About
I’m surprisingly well-adjusted for someone with a serious mental illness, yet maladjusted enough to still fit in as an artist.
After decades managing the chaos of Bipolar disorder, I hit another snag in my health. In 2023, I became disabled from fibromyalgia, a chronic pain condition that had steadily become worse since my diagnosis in 2013. Working a corporate job became so difficult that I feared getting fired and, thus, quit before it could happen.
Since a 9 to 5 job was no longer an option for me, I began spending any time I wasn’t stuck in bed painting and drawing. While I was excited to have the time to do my art, I was also struggling with my new identity as a disabled person. I grieved the loss of my life where I was physically capable. Those swirling and consuming emotions gave birth to a new series of personal work.
Being chronically ill can really put life into perspective, but it can also bring out the worst in someone. Outwardly, I was able to remain pleasant, or at least pretend to be. But my inner world was less forgiving. Depression, frustration and hopelessness all had me reeling. Then, surprisingly, it started to inspire me to create new artwork.

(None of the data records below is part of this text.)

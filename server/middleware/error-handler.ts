import type { ErrorRequestHandler, RequestHandler } from 'express';
import { z } from 'zod';
import { fromConstraintViolation } from '../db/constraint-errors.js';
import { AppError, notFound } from '../errors.js';
import { logger } from '../logger.js';
import { fieldErrors } from './validate.js';

/** Unknown /api paths answer with the error shape, never the app's HTML. */
export const apiNotFound: RequestHandler = (_req, _res, next) => next(notFound('Endpoint'));

/** The last middleware: one error shape for every route, `{"error":{"code","message","fields"?}}`. */
export const errorHandler: ErrorRequestHandler = (err, req, res, _next) => {
  let error: AppError;
  const constraint = fromConstraintViolation(err);
  if (err instanceof AppError) error = err;
  else if (constraint) error = constraint;
  else if (err instanceof z.ZodError) error = new AppError(400, 'validation_failed', 'Some fields are not valid.', fieldErrors(err));
  else if (err?.type === 'entity.parse.failed') error = new AppError(400, 'malformed_json', 'The request body is not valid JSON.');
  else if (err?.type === 'entity.too.large') error = new AppError(413, 'payload_too_large', 'The request body is too large.');
  else if (err?.code === 'LIMIT_FILE_SIZE') error = new AppError(413, 'file_too_large', 'The file is larger than the upload limit.');
  else {
    logger.error('unhandled error', { requestId: req.id, method: req.method, path: req.path, err });
    error = new AppError(500, 'internal_error', 'Something went wrong on our side. Please try again.');
  }
  if (res.headersSent) return;
  if (error.headers) res.set(error.headers);
  res.status(error.status).json({
    error: {
      code: error.code,
      message: error.message,
      ...(error.fields ? { fields: error.fields } : {}),
      ...(error.details !== undefined ? { details: error.details } : {}),
    },
  });
};
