/** An organisation with one of every record a client user may address by id. */
export async function createTheirRecords(): Promise<TheirRecords> {
  const org = await createOrganisation({ withWall: true });
  const wall = org.wall!;
  const clientUser = await createUser({ role: 'client', clientId: org.client.id });
  const [cabinet] = await db()
    .insert(cabinets)
    .values({ serial: unique('THEIRS').toUpperCase(), cabinetModelId: wall.cabinetModelId, wallId: wall.id, column: 1, row: 1, batch: 'X' })
    .returning();
  const [controller] = await db()
    .insert(controllers)
    .values({ wallId: wall.id, model: 'Processor', serial: unique('CTL').toUpperCase(), outputs: 4 })
    .returning();
  const [contact] = await db()
    .insert(contacts)
    .values({ clientId: org.client.id, name: 'Their contact', email: `${unique('them')}@example.test` })
    .returning();
  const start = new Date(Date.now() - 3 * 3600_000);
  const [visit] = await db()
    .insert(visits)
    .values({
      clientId: org.client.id,
      siteId: org.site.id,
      wallId: wall.id,
      kind: 'maintenance',
      status: 'completed',
      windowStart: start,
      windowEnd: new Date(start.getTime() + 2 * 3600_000),
      summary: 'Their visit',
      completedAt: new Date(),
    })
    .returning();
  const [repair] = await db()
    .insert(repairs)
    .values({
      clientId: org.client.id,
      wallId: wall.id,
      visitId: visit.id,
      cabinetId: cabinet.id,
      column: 1,
      row: 1,
      component: 'fan',
      fault: 'other',
      action: 'cleaned',
    })
    .returning();
  const [ticket] = await db()
    .insert(tickets)
    .values({
      clientId: org.client.id,
      siteId: org.site.id,
      wallId: wall.id,
      cells: [{ column: 1, row: 1 }],
      title: 'Their dark cabinet',
      priority: 'normal',
      status: 'resolved',
      resolvedAt: new Date(),
      reporterId: clientUser.id,
    })
    .returning();
  const [comment] = await db()
    .insert(ticketComments)
    .values({ ticketId: ticket.id, authorId: clientUser.id, body: 'Their comment', visibility: 'public' })
    .returning();
  const [attachment] = await db()
    .insert(attachments)
    .values({
      clientId: org.client.id,
      ticketId: ticket.id,
      kind: 'photo',
      storageKey: `test/${randomUUID()}.png`,
      fileName: 'their-photo.png',
      contentType: 'image/png',
      sizeBytes: 68,
    })
    .returning();
  const [view] = await db()
    .insert(savedViews)
    .values({ userId: clientUser.id, name: unique('Their view'), filters: { status: 'new' } })
    .returning();
  return { org, clientUserId: clientUser.id, cabinet, controller, contact, visit, repair, ticket, comment, attachment, view };
}
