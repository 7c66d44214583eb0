// Keeps the outbox moving without anyone tapping: a try when the app starts, when the phone says
// the network is back (`online`), and every half minute while repairs wait (one bar of signal
// often comes and goes without an `online` event).
import type { QueryClient } from '@tanstack/react-query';
import { listOutbox } from '@/lib/offline-queue';
import { sendOutbox } from '@/features/repairs/api/send-outbox';

const retryEvery = 30_000;
let started = false;

export function startOutboxSync(queryClient: QueryClient) {
  if (started || typeof window === 'undefined') return;
  started = true;
  const send = () => void sendOutbox(queryClient).catch(() => undefined);
  window.addEventListener('online', send);
  window.setInterval(() => {
    void listOutbox().then((items) => {
      if (items.some((i) => i.state === 'waiting')) send();
    });
  }, retryEvery);
  send();
}
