// The repair write from the form: kept in the phone's outbox first, then sent (api/send-outbox.ts).
import { useQueryClient } from '@tanstack/react-query';
import { addToOutbox, getOutboxItem, type OutboxProblem, type OutboxRepair } from '@/lib/offline-queue';
import { sendOutbox, type SendResult } from '@/features/repairs/api/send-outbox';

/**
 * Saves a repair: written to the outbox (IndexedDB) before anything goes on the network, then
 * one try to send it. Resolves with where it ended: sent, waiting for the network, or refused (and why).
 */
export function useQueueRepair() {
  const queryClient = useQueryClient();
  return async (item: OutboxRepair): Promise<{ outcome: SendResult; problem: OutboxProblem | null }> => {
    await addToOutbox(item);
    await sendOutbox(queryClient, { only: item.key }).catch(() => undefined);
    const left = await getOutboxItem(item.key);
    if (!left) return { outcome: 'sent', problem: null };
    return left.state === 'needs_attention' ? { outcome: 'refused', problem: left.problem } : { outcome: 'waiting', problem: null };
  };
}
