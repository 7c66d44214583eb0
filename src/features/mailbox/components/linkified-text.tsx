import { Fragment } from 'react';

const urlPattern = /(https?:\/\/[^\s<>"')\]]+)/g;

/** Plain e-mail text with its http(s) addresses made clickable (nothing else is interpreted). */
export function LinkifiedText({ text }: { text: string }) {
  const parts = text.split(urlPattern);
  return (
    <>
      {parts.map((part, i) =>
        i % 2 === 1 ? (
          <a key={i} href={part} className="link break-all" rel="noreferrer">
            {part}
          </a>
        ) : (
          <Fragment key={i}>{part}</Fragment>
        ),
      )}
    </>
  );
}
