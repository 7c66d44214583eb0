import type { RequestHandler } from 'express';
import multer from 'multer';
import { config } from '../config.js';
import { badRequest } from '../errors.js';

/**
 * One file in the multipart field `file`, held in memory up to UPLOAD_MAX_BYTES (a larger one
 * is a 413). The content is checked by the attachments service, never trusted from the name.
 */
export function singleFile(): RequestHandler {
  // Built on first use: routes are defined at import time, before the configuration is read.
  let handler: RequestHandler | undefined;
  return (req, res, next) => {
    handler ??= multer({
      storage: multer.memoryStorage(),
      limits: { fileSize: config().UPLOAD_MAX_BYTES, files: 1, fields: 10 },
    }).single('file');
    handler(req, res, (err?: unknown) => {
      if (err) return next(err);
      if (!req.file) return next(badRequest('validation_failed', 'Choose a file to upload.', { file: 'Required.' }));
      // Browsers send the file name as raw UTF-8 bytes; the multipart parser reads them as Latin-1.
      const utf8 = Buffer.from(req.file.originalname, 'latin1').toString('utf8');
      if (!utf8.includes('\uFFFD')) req.file.originalname = utf8;
      next();
    });
  };
}
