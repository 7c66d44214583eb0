import type { ErrorRequestHandler, RequestHandler } from 'express';
import { z } from 'zod';
import { fromConstraintViolation } from '../db/constraint-errors.js';
import { AppError, notFound } from '../errors.js';
import { logger } from '../logger.js';
import { fromOutage } from './outage-errors.js';
import { fromUploadError } from './upload.js';
import { fieldErrors } from './validate.js';

/** Unknown /api paths answer with the error shape, never the app's HTML. */
export const apiNotFound: RequestHandler = (_req, _res, next) => next(notFound('Endpoint'));

/**
 * What the body parser (express.json, body-parser 2) refused, in the error shape: each names the
 * part of the request at fault (OWASP ASVS 5.0 2.2.1, 16.5.1: no parser internals in the answer).
 */
function fromBodyParser(err: { type?: unknown; status?: unknown; expose?: unknown }): AppError | undefined {
  switch (err.type) {
    case 'entity.parse.failed':
      return new AppError(400, 'malformed_json', 'The request body is not valid JSON.', { body: 'Not valid JSON.' });
    case 'entity.too.large':
      return new AppError(413, 'payload_too_large', 'The request body is too large.', { body: 'Too large.' });
    case 'charset.unsupported':
      return new AppError(415, 'unsupported_charset', 'Send the request body as UTF-8.', { 'content-type': 'Unsupported charset.' });
    case 'encoding.unsupported':
      return new AppError(415, 'unsupported_encoding', 'The request body’s Content-Encoding is not supported.', {
        'content-encoding': 'Use gzip, deflate, br or none.',
      });
    case 'request.aborted':
    case 'request.size.invalid':
      return new AppError(400, 'malformed_body', 'The request body did not arrive whole.', { body: 'Incomplete.' });
    case 'parameters.too.many':
      return new AppError(413, 'payload_too_large', 'The request has too many parameters.', { body: 'Too many parameters.' });
  }
  // Any other refusal of the parser (http-errors with a 4xx status, e.g. a gzip body that is not
  // gzip: the zlib error given status 400) keeps its status.
  if ((typeof err.type === 'string' || err.expose === true) && typeof err.status === 'number' && err.status >= 400 && err.status < 500) {
    return new AppError(err.status, 'malformed_body', 'The request body could not be read.', { body: 'Could not be read.' });
  }
  return undefined;
}

/** The last middleware: one error shape for every route, `{"error":{"code","message","fields"?}}`. */
export const errorHandler: ErrorRequestHandler = (err, req, res, _next) => {
  let error: AppError;
  const constraint = fromConstraintViolation(err);
  const parser = err && typeof err === 'object' ? fromBodyParser(err) : undefined;
  const upload = fromUploadError(err);
  const outage = err instanceof AppError ? undefined : fromOutage(err);
  if (err instanceof AppError) error = err;
  else if (constraint) error = constraint;
  else if (err instanceof z.ZodError) error = new AppError(400, 'validation_failed', 'Some fields are not valid.', fieldErrors(err));
  else if (parser) error = parser;
  else if (upload) error = upload;
  else if (outage) {
    // The service is down, not the request at fault: a short line, without the error's detail.
    logger.warn('dependency unavailable', { requestId: req.id, method: req.method, path: req.path, code: outage.code, err });
    error = outage;
  } else {
    logger.error('unhandled error', { requestId: req.id, method: req.method, path: req.path, err });
    error = new AppError(500, 'internal_error', 'Something went wrong on our side. Please try again.');
  }
  if (res.headersSent) return;
  if (error.headers) res.set(error.headers);
  res.status(error.status).json({
    error: {
      code: error.code,
      message: error.message,
      ...(error.fields ? { fields: error.fields } : {}),
      ...(error.details !== undefined ? { details: error.details } : {}),
    },
  });
};
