import type { RequestHandler } from 'express';
import multer from 'multer';
import { config } from '../config.js';
import { AppError, badRequest, validationFailed } from '../errors.js';
import { nulFields } from './validate.js';

/** Multer's refusals in the error shape, each naming the multipart field at fault. */
const byMulterCode: Record<string, (field: string) => AppError> = {
  LIMIT_FILE_SIZE: () => new AppError(413, 'file_too_large', 'The file is larger than the upload limit.', { file: 'Too large.' }),
  LIMIT_FILE_COUNT: () => badRequest('too_many_files', 'Send one file at a time.', { file: 'Only one file.' }),
  LIMIT_UNEXPECTED_FILE: (field) =>
    badRequest('unexpected_file_field', 'Send the file in the field named "file".', { [field || 'file']: 'Not expected here.' }),
  LIMIT_PART_COUNT: () => new AppError(413, 'too_many_fields', 'The upload has too many parts.', { body: 'Too many parts.' }),
  LIMIT_FIELD_COUNT: () => new AppError(413, 'too_many_fields', 'The upload has too many fields.', { body: 'Too many fields.' }),
  LIMIT_FIELD_KEY: (field) => new AppError(413, 'field_too_large', 'A field name is too long.', { [field || 'body']: 'Name too long.' }),
  LIMIT_FIELD_VALUE: (field) => new AppError(413, 'field_too_large', 'A field is too long.', { [field || 'body']: 'Too long.' }),
};

/** A multer error (too large, two files, a misnamed field…) as a 4xx naming the field, or undefined. */
export function fromUploadError(err: unknown): AppError | undefined {
  if (!(err instanceof multer.MulterError)) return undefined;
  const make = byMulterCode[err.code];
  return make
    ? make(err.field ?? '')
    : badRequest('malformed_upload', 'The upload could not be read.', { [err.field || 'file']: 'Not valid.' });
}

/**
 * One file in the multipart field `file`, held in memory up to UPLOAD_MAX_BYTES (a larger one
 * is a 413). The content is checked by the attachments service, never trusted from the name.
 * Whatever the parser refuses (a bad boundary, a cut-off body, two files, a misnamed field, too
 * many fields), an empty file and a NUL in a field are 4xx answers naming the field, never a 500.
 */
export function singleFile(): RequestHandler {
  // Built on first use: routes are defined at import time, before the configuration is read.
  let handler: RequestHandler | undefined;
  return (req, res, next) => {
    handler ??= multer({
      storage: multer.memoryStorage(),
      limits: { fileSize: config().UPLOAD_MAX_BYTES, files: 1, fields: 10, parts: 12, fieldSize: 10_000 },
    }).single('file');
    handler(req, res, (err?: unknown) => {
      if (err) {
        // The multipart parser's own errors (no boundary, body cut short, malformed part) are plain Errors.
        return next(
          fromUploadError(err) ?? badRequest('malformed_upload', 'The upload could not be read.', { file: 'Not a valid upload.' }),
        );
      }
      if (!req.file) return next(badRequest('validation_failed', 'Choose a file to upload.', { file: 'Required.' }));
      if (req.file.size === 0) return next(badRequest('validation_failed', 'The file is empty.', { file: 'The file is empty.' }));
      // Browsers send the file name as raw UTF-8 bytes; the multipart parser reads them as Latin-1.
      const utf8 = Buffer.from(req.file.originalname, 'latin1').toString('utf8');
      if (!utf8.includes('\uFFFD')) req.file.originalname = utf8;
      const nul = nulFields(req.body);
      if (req.file.originalname.includes('\0')) nul.file = 'The file name contains a character that is not allowed (NUL).';
      if (Object.keys(nul).length) return next(validationFailed(nul));
      next();
    });
  };
}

I was adjusted my studio setup around my physical limitations, and I began to paint again. The time I could spend working was very limited, though, and a problem that I still contend with today.
Being limited forced a patience with myself that I had struggled with most of my life. The feeling that I had to be productive had always plagued me. I had attached my worthiness to my output and achievements. Fibro has forced a slower tempo to my daily life and I’ve had to come to terms with the fact that some days will be productive, while other days are spent in bed listening to podcasts. And that’s okay.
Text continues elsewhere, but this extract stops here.